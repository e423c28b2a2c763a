/** Nothing that a second person has seen may be lost: kills, failing networks, several tabs. */
import type { Page } from "playwright/test";
import {
  connection,
  invite,
  isSaved,
  makeNotebook,
  openNotebook,
  prose,
  says,
  typeAtEnd,
} from "./notebook.ts";
import { test, expect, type Player } from "./stage.ts";

const KEYSTROKES_A_SECOND = 30;

interface Pair {
  readonly wren: Player;
  readonly otto: Player;
  readonly notebook: string;
}

async function pair(enter: (login: string) => Promise<Player>, title: string): Promise<Pair> {
  const otto = await enter("otto-lantern");
  const wren = await enter("wren-lantern");
  const notebook = await makeNotebook(wren.page, title);
  await invite(wren.page, notebook, "otto-lantern");
  await openNotebook(otto.page, notebook);
  return { wren, otto, notebook };
}

/** Numbered words: a hole or a doubled piece shows in them. */
const words = (from: number, to: number) =>
  Array.from({ length: to - from + 1 }, (_, index) => `w${from + index}`).join(" ");

/** What is written, without the carets of colleagues, which stand in the text but are no part of it. */
function textOf(page: Page): Promise<string> {
  return prose(page).evaluate((element) => {
    const copy = element.cloneNode(true) as HTMLElement; // a clone of an element is one
    for (const caret of copy.querySelectorAll(".colleague-caret")) caret.remove();
    return [...copy.children]
      .map((child) => child.textContent)
      .join("\n")
      .replaceAll("\u2060", "");
  });
}

function reads(page: Page, text: string): Promise<void> {
  return expect.poll(() => textOf(page)).toContain(text);
}

/** How far the numbered words go in a text; fails on a hole. The last word may be in the middle of being typed. */
function lastWordIn(text: string): number {
  const numbers = [...text.matchAll(/\bw(\d+)\b(?= )/g)].map(([, digits]) => Number(digits));
  expect(numbers).toEqual(numbers.map((_, index) => index + 1));
  return numbers.length;
}

test("what a colleague had seen survives a kill of the server in mid-typing, with all pages gone", async ({
  enter,
  stack,
}) => {
  test.slow();
  const { wren, otto, notebook } = await pair(enter, "Killed with all pages gone");
  await prose(wren.page).focus();
  const typing = wren.page.keyboard.type(words(1, 400), { delay: 1000 / KEYSTROKES_A_SECOND }).then(
    () => "typed to the end",
    () => "cut by the closing of the page",
  );
  // Not by `toContainText`, which trims: the word must be whole, with the space behind it.
  await expect.poll(async () => lastWordIn(await textOf(otto.page))).toBeGreaterThanOrEqual(25);
  stack.serverProcess().kill("SIGKILL");
  await says(otto.page, /^offline/);
  const seen = lastWordIn(await textOf(otto.page));
  expect(seen).toBeGreaterThanOrEqual(25);
  // Every page and its copy on the device goes before the server is back, so only the database can know.
  await wren.context.close();
  await otto.context.close();
  expect(await typing).toBe("cut by the closing of the page");
  await stack.restartServer("SIGKILL");

  const again = await enter("otto-lantern");
  await openNotebook(again.page, notebook);
  expect(lastWordIn(await textOf(again.page))).toBeGreaterThanOrEqual(seen);
});

test("a killed server is said in words, typing goes on meanwhile, and everything is there afterwards", async ({
  enter,
  stack,
}) => {
  test.slow();
  const { wren, otto, notebook } = await pair(enter, "Killed while both write");
  await typeAtEnd(otto.page, "Otto writes here. ");
  await expect(prose(wren.page)).toContainText("Otto writes here.");
  await prose(wren.page).focus();
  await wren.page.keyboard.press("Control+End");
  await wren.page.keyboard.press("Enter");
  const typing = wren.page.keyboard.type(`${words(1, 120)} `, { delay: 1000 / KEYSTROKES_A_SECOND });
  await expect(prose(otto.page)).toContainText("w12 ");
  const restart = stack.restartServer("SIGKILL");
  await says(wren.page, "offline: what you type is kept on this device and sent later");
  await says(otto.page, "offline: what you type is kept on this device and sent later");
  await prose(otto.page).focus();
  await otto.page.keyboard.press("Control+Home");
  await otto.page.keyboard.type("While it was away: ");
  await typing;
  await restart;
  for (const { page } of [wren, otto]) {
    await isSaved(page);
    await reads(page, "While it was away: Otto writes here.");
    await reads(page, "w120");
  }
  expect(await textOf(wren.page)).toBe(await textOf(otto.page));

  const fresh = await enter("wren-lantern");
  await openNotebook(fresh.page, notebook);
  await reads(fresh.page, "While it was away: Otto writes here.");
  expect(lastWordIn(await textOf(fresh.page))).toBe(120);
});

test("what is typed without a network merges on return", async ({ enter, line }) => {
  const { wren, otto } = await pair(
    (login) => enter(login, login === "otto-lantern" ? line : undefined),
    "One of them on a train",
  );
  await typeAtEnd(wren.page, "The shared sentence.");
  await expect(prose(otto.page)).toContainText("The shared sentence.");

  line.cut();
  await says(otto.page, "offline: what you type is kept on this device and sent later");
  await typeAtEnd(otto.page, " Written on the train.");
  await prose(wren.page).focus();
  await wren.page.keyboard.press("Control+Home");
  await wren.page.keyboard.type("Written at the desk. ");
  await isSaved(wren.page);
  await expect(prose(otto.page)).not.toContainText("Written at the desk.");

  line.restore();
  for (const { page } of [wren, otto]) {
    await isSaved(page);
    await reads(page, "Written at the desk. The shared sentence. Written on the train.");
  }
});

test("two tabs of one person are in step, and each goes on without the other", async ({ enter }) => {
  const wren = await enter("wren-lantern");
  const notebook = await makeNotebook(wren.page, "Two tabs");
  const second = await wren.context.newPage();
  await openNotebook(second, notebook);
  await typeAtEnd(wren.page, "From the first tab.");
  await expect(prose(second)).toContainText("From the first tab.");
  await typeAtEnd(second, " From the second.");
  await expect(prose(wren.page)).toContainText("From the first tab. From the second.");
  // One person, however many tabs.
  await expect(connection(second).getByRole("listitem")).toHaveCount(1);
  await isSaved(second);

  await wren.page.close();
  await typeAtEnd(second, " After the first was closed.");
  await isSaved(second);
  await second.reload();
  await expect(prose(second)).toContainText(
    "From the first tab. From the second. After the first was closed.",
  );
});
□ □ □ □ □ □ □
• **Task requirements**: Where in the entries does the word "Promise" occur? Copy out each line that has it.

• **Task response**:
async function pair(enter: (login: string) => Promise<Player>, title: string): Promise<Pair> {
function textOf(page: Page): Promise<string> {
function reads(page: Page, text: string): Promise<void> {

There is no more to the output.